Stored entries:
//! Parts, reversal, parallels and flattening of pieces.

use super::bezier;
use super::piece::{Piece, periodic_hits};
use super::point::Point;
use std::f64::consts::FRAC_PI_2;

impl Piece {
    /// The part from t0 to t1, t0 < t1, run through in the same direction.
    pub fn part(&self, t0: f64, t1: f64) -> Self {
        match self {
            Self::Line { .. } => Self::line(self.at(t0), self.at(t1)),
            Self::Arc {
                centre,
                radius,
                start,
                sweep,
            } => Self::arc(*centre, *radius, start + t0 * sweep, (t1 - t0) * sweep),
            Self::Ellipse {
                centre,
                half_axes,
                turn,
                start,
                sweep,
            } => Self::Ellipse {
                centre: *centre,
                half_axes: *half_axes,
                turn: *turn,
                start: start + t0 * sweep,
                sweep: (t1 - t0) * sweep,
            },
            Self::Bezier { points } => Self::Bezier {
                points: bezier::part(points, t0, t1),
            },
            Self::Offset { base, by } => Self::Offset {
                base: Box::new(base.part(t0, t1)),
                by: *by,
            },
        }
    }

    /// The same curve run through the other way.
    pub fn reversed(&self) -> Self {
        match self {
            Self::Line { from, to } => Self::line(*to, *from),
            Self::Arc {
                centre,
                radius,
                start,
                sweep,
            } => Self::arc(*centre, *radius, start + sweep, -sweep),
            Self::Ellipse {
                centre,
                half_axes,
                turn,
                start,
                sweep,
            } => Self::Ellipse {
                centre: *centre,
                half_axes: *half_axes,
                turn: *turn,
                start: start + sweep,
                sweep: -sweep,
            },
            Self::Bezier {
                points: [a, b, c, d],
            } => Self::Bezier {
                points: [*d, *c, *b, *a],
            },
            Self::Offset { base, by } => Self::Offset {
                base: Box::new(base.reversed()),
                by: -by,
            },
        }
    }

    /// The parallel curve to the left by `by` (to the right if negative).
    ///
    /// Lines and arcs stay what they are; an offset of an offset adds up. `None` where an arc
    /// would shrink to its centre or beyond.
    pub fn offset(&self, by: f64) -> Option<Self> {
        Some(match self {
            _ if by == 0.0 => self.clone(),
            Self::Line { from, to } => {
                let shift = (*to - *from).unit().left() * by;
                Self::line(*from + shift, *to + shift)
            }
            Self::Arc {
                centre,
                radius,
                start,
                sweep,
            } => {
                let r = radius - by * sweep.signum();
                if r <= 1e-13 * radius {
                    return None;
                }
                Self::arc(*centre, r, *start, *sweep)
            }
            Self::Offset { base, by: before } => {
                let sum = before + by;
                if sum.abs() <= 1e-15 * (before.abs() + by.abs()) {
                    base.as_ref().clone()
                } else {
                    Self::Offset {
                        base: base.clone(),
                        by: sum,
                    }
                }
            }
            _ => Self::Offset {
                base: Box::new(self.clone()),
                by,
            },
        })
    }

    /// Parameters, 0 and 1 included, whose chords stay within `tolerance` of the curve.
    pub fn flatten(&self, tolerance: f64) -> Vec<f64> {
        match self {
            Self::Line { .. } => vec![0.0, 1.0],
            Self::Arc { radius, sweep, .. } => {
                // Height of a chord: r (1 − cos δ/2); written so that it does not cancel.
                let half = 2.0 * (tolerance / (2.0 * radius)).sqrt().min(0.5).asin();
                let n = (sweep.abs() / (2.0 * half)).ceil().clamp(1.0, 1e6) as usize;
                let n = n.max((sweep.abs() / FRAC_PI_2).ceil() as usize);
                (0..=n).map(|k| k as f64 / n as f64).collect()
            }
            _ => {
                let mut grid = vec![0.0];
                match self {
                    Self::Ellipse { start, sweep, .. } => {
                        grid.extend(periodic_hits(0.0, FRAC_PI_2, *start, *sweep));
                    }
                    _ => grid.extend([0.25, 0.5, 0.75]),
                }
                grid.push(1.0);
                let mut out = vec![0.0];
                for w in grid.windows(2) {
                    let ends = [(w[0], self.at(w[0])), (w[1], self.at(w[1]))];
                    self.bisect(ends, tolerance, 0, &mut out);
                }
                out
            }
        }
    }

    /// Halves the range until its chord is near enough; pushes the ends of the ranges.
    fn bisect(&self, [a, b]: [(f64, Point); 2], tolerance: f64, depth: u32, out: &mut Vec<f64>) {
        let chord = b.1 - a.1;
        let length = chord.norm();
        let at = |f: f64| self.at(a.0 + (b.0 - a.0) * f);
        let height = |p: Point| {
            if length > 0.0 {
                ((p - a.1).cross(chord) / length).abs()
            } else {
                (p - a.1).norm()
            }
        };
        let middle = at(0.5);
        // Three samples may miss the highest point of an uneven bulge: a third is kept in hand.
        let highest = height(middle).max(height(at(0.25))).max(height(at(0.75)));
        if depth >= 18 || highest <= 0.75 * tolerance && chord.norm() < f64::MAX {
            out.push(b.0);
            return;
        }
        let m = (0.5 * (a.0 + b.0), middle);
        self.bisect([a, m], tolerance, depth + 1, out);
        self.bisect([m, b], tolerance, depth + 1, out);
    }
}

#[cfg(test)]
#[allow(clippy::unwrap_used)]
mod tests {
    use super::super::point::pt;
    use super::*;

    fn zoo() -> Vec<Piece> {
        let bezier = Piece::Bezier {
            points: [pt(0., 0.), pt(1., 2.), pt(3., -1.), pt(4., 1.)],
        };
        let ellipse = Piece::Ellipse {
            centre: pt(1., 2.),
            half_axes: pt(3., 0.5),
            turn: 0.4,
            start: -1.0,
            sweep: 4.5,
        };
        vec![
            Piece::line(pt(0.3, -1.), pt(2., 4.)),
            Piece::arc(pt(1., 1.), 2.5, 0.3, -4.0),
            bezier.offset(-0.15).expect("no arc"),
            ellipse.offset(0.02).expect("no arc"),
            bezier,
            ellipse,
        ]
    }

    #[test]
    fn a_part_runs_on_the_same_curve() {
        for p in zoo() {
            let q = p.part(0.2, 0.7);
            let r = p.reversed();
            for t in [0.0, 0.35, 1.0] {
                assert!(
                    (q.at(t) - p.at(0.2 + 0.5 * t)).norm() < 4e-15 * 4.0,
                    "{p:?}"
                );
                assert!((r.at(t) - p.at(1.0 - t)).norm() < 4e-15 * 4.0, "{p:?}");
            }
        }
    }

    #[test]
    fn offsets_add_up_and_give_the_base_back() {
        for p in zoo() {
            let there = p.offset(0.01).expect("small");
            let back = there.offset(-0.01).expect("small");
            let twice = there.offset(0.02).expect("small");
            for t in [0.0, 0.4, 1.0] {
                assert!((back.at(t) - p.at(t)).norm() < 1e-14);
                let expected = p.at(t) + p.tangent(t).left() * 0.03;
                assert!((twice.at(t) - expected).norm() < 1e-14);
            }
        }
        assert!(Piece::arc(pt(0., 0.), 1.0, 0.0, 3.0).offset(1.0).is_none());
    }

    #[test]
    fn chords_stay_within_the_tolerance() {
        for p in zoo() {
            for tolerance in [1e-2, 1e-4, 1e-6] {
                let ts = p.flatten(tolerance);
                for w in ts.windows(2) {
                    let (a, b) = (p.at(w[0]), p.at(w[1]));
                    for k in 1..20 {
                        let q = p.at(w[0] + (w[1] - w[0]) * f64::from(k) / 20.0);
                        let h = (q - a).cross((b - a).unit()).abs();
                        assert!(h <= tolerance * (1.0 + 1e-9), "{p:?}: {h} > {tolerance}");
                    }
                }
            }
        }
    }
}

Exercise aim ::
An unaltered transcription of all the data above is needed.

Output for this task ::
//! Parts, reversal, parallels and flattening of pieces.

use super::bezier;
use super::piece::{Piece, periodic_hits};
use super::point::Point;
use std::f64::consts::FRAC_PI_2;

impl Piece {
    /// The part from t0 to t1, t0 < t1, run through in the same direction.
    pub fn part(&self, t0: f64, t1: f64) -> Self {
        match self {
            Self::Line { .. } => Self::line(self.at(t0), self.at(t1)),
            Self::Arc {
                centre,
                radius,
                start,
                sweep,
            } => Self::arc(*centre, *radius, start + t0 * sweep, (t1 - t0) * sweep),
            Self::Ellipse {
                centre,
                half_axes,
                turn,
                start,
                sweep,
            } => Self::Ellipse {
                centre: *centre,
                half_axes: *half_axes,
                turn: *turn,
                start: start + t0 * sweep,
                sweep: (t1 - t0) * sweep,
            },
            Self::Bezier { points } => Self::Bezier {
                points: bezier::part(points, t0, t1),
            },
            Self::Offset { base, by } => Self::Offset {
                base: Box::new(base.part(t0, t1)),
                by: *by,
            },
        }
    }

    /// The same curve run through the other way.
    pub fn reversed(&self) -> Self {
        match self {
            Self::Line { from, to } => Self::line(*to, *from),
            Self::Arc {
                centre,
                radius,
                start,
                sweep,
            } => Self::arc(*centre, *radius, start + sweep, -sweep),
            Self::Ellipse {
                centre,
                half_axes,
                turn,
                start,
                sweep,
            } => Self::Ellipse {
                centre: *centre,
                half_axes: *half_axes,
                turn: *turn,
                start: start + sweep,
                sweep: -sweep,
            },
            Self::Bezier {
                points: [a, b, c, d],
            } => Self::Bezier {
                points: [*d, *c, *b, *a],
            },
            Self::Offset { base, by } => Self::Offset {
                base: Box::new(base.reversed()),
                by: -by,
            },
        }
    }

    /// The parallel curve to the left by `by` (to the right if negative).
    ///
    /// Lines and arcs stay what they are; an offset of an offset adds up. `None` where an arc
    /// would shrink to its centre or beyond.
    pub fn offset(&self, by: f64) -> Option<Self> {
        Some(match self {
            _ if by == 0.0 => self.clone(),
            Self::Line { from, to } => {
                let shift = (*to - *from).unit().left() * by;
                Self::line(*from + shift, *to + shift)
            }
            Self::Arc {
                centre,
                radius,
                start,
                sweep,
            } => {
                let r = radius - by * sweep.signum();
                if r <= 1e-13 * radius {
                    return None;
                }
                Self::arc(*centre, r, *start, *sweep)
            }
            Self::Offset { base, by: before } => {
                let sum = before + by;
                if sum.abs() <= 1e-15 * (before.abs() + by.abs()) {
                    base.as_ref().clone()
                } else {
                    Self::Offset {
                        base: base.clone(),
                        by: sum,
                    }
                }
            }
            _ => Self::Offset {
                base: Box::new(self.clone()),
                by,
            },
        })
    }

    /// Parameters, 0 and 1 included, whose chords stay within `tolerance` of the curve.
    pub fn flatten(&self, tolerance: f64) -> Vec<f64> {
        match self {
            Self::Line { .. } => vec![0.0, 1.0],
            Self::Arc { radius, sweep, .. } => {
                // Height of a chord: r (1 − cos δ/2); written so that it does not cancel.
                let half = 2.0 * (tolerance / (2.0 * radius)).sqrt().min(0.5).asin();
                let n = (sweep.abs() / (2.0 * half)).ceil().clamp(1.0, 1e6) as usize;
                let n = n.max((sweep.abs() / FRAC_PI_2).ceil() as usize);
                (0..=n).map(|k| k as f64 / n as f64).collect()
            }
            _ => {
                let mut grid = vec![0.0];
                match self {
                    Self::Ellipse { start, sweep, .. } => {
                        grid.extend(periodic_hits(0.0, FRAC_PI_2, *start, *sweep));
                    }
                    _ => grid.extend([0.25, 0.5, 0.75]),
                }
                grid.push(1.0);
                let mut out = vec![0.0];
                for w in grid.windows(2) {
                    let ends = [(w[0], self.at(w[0])), (w[1], self.at(w[1]))];
                    self.bisect(ends, tolerance, 0, &mut out);
                }
                out
            }
        }
    }

    /// Halves the range until its chord is near enough; pushes the ends of the ranges.
    fn bisect(&self, [a, b]: [(f64, Point); 2], tolerance: f64, depth: u32, out: &mut Vec<f64>) {
        let chord = b.1 - a.1;
        let length = chord.norm();
        let at = |f: f64| self.at(a.0 + (b.0 - a.0) * f);
        let height = |p: Point| {
            if length > 0.0 {
                ((p - a.1).cross(chord) / length).abs()
            } else {
                (p - a.1).norm()
            }
        };
        let middle = at(0.5);
        // Three samples may miss the highest point of an uneven bulge: a third is kept in hand.
        let highest = height(middle).max(height(at(0.25))).max(height(at(0.75)));
        if depth >= 18 || highest <= 0.75 * tolerance && chord.norm() < f64::MAX {
            out.push(b.0);
            return;
        }
        let m = (0.5 * (a.0 + b.0), middle);
        self.bisect([a, m], tolerance, depth + 1, out);
        self.bisect([m, b], tolerance, depth + 1, out);
    }
}

#[cfg(test)]
#[allow(clippy::unwrap_used)]
mod tests {
    use super::super::point::pt;
    use super::*;

    fn zoo() -> Vec<Piece> {
        let bezier = Piece::Bezier {
            points: [pt(0., 0.), pt(1., 2.), pt(3., -1.), pt(4., 1.)],
        };
        let ellipse = Piece::Ellipse {
            centre: pt(1., 2.),
            half_axes: pt(3., 0.5),
            turn: 0.4,
            start: -1.0,
            sweep: 4.5,
        };
        vec![
            Piece::line(pt(0.3, -1.), pt(2., 4.)),
            Piece::arc(pt(1., 1.), 2.5, 0.3, -4.0),
            bezier.offset(-0.15).expect("no arc"),
            ellipse.offset(0.02).expect("no arc"),
            bezier,
            ellipse,
        ]
    }

    #[test]
    fn a_part_runs_on_the_same_curve() {
        for p in zoo() {
            let q = p.part(0.2, 0.7);
            let r = p.reversed();
            for t in [0.0, 0.35, 1.0] {
                assert!(
                    (q.at(t) - p.at(0.2 + 0.5 * t)).norm() < 4e-15 * 4.0,
                    "{p:?}"
                );
                assert!((r.at(t) - p.at(1.0 - t)).norm() < 4e-15 * 4.0, "{p:?}");
            }
        }
    }

    #[test]
    fn offsets_add_up_and_give_the_base_back() {
        for p in zoo() {
            let there = p.offset(0.01).expect("small");
            let back = there.offset(-0.01).expect("small");
            let twice = there.offset(0.02).expect("small");
            for t in [0.0, 0.4, 1.0] {
                assert!((back.at(t) - p.at(t)).norm() < 1e-14);
                let expected = p.at(t) + p.tangent(t).left() * 0.03;
                assert!((twice.at(t) - expected).norm() < 1e-14);
            }
        }
        assert!(Piece::arc(pt(0., 0.), 1.0, 0.0, 3.0).offset(1.0).is_none());
    }

    #[test]
    fn chords_stay_within_the_tolerance() {
        for p in zoo() {
            for tolerance in [1e-2, 1e-4, 1e-6] {
                let ts = p.flatten(tolerance);
                for w in ts.windows(2) {
                    let (a, b) = (p.at(w[0]), p.at(w[1]));
                    for k in 1..20 {
                        let q = p.at(w[0] + (w[1] - w[0]) * f64::from(k) / 20.0);
                        let h = (q - a).cross((b - a).unit()).abs();
                        assert!(h <= tolerance * (1.0 + 1e-9), "{p:?}: {h} > {tolerance}");
                    }
                }
            }
        }
    }
}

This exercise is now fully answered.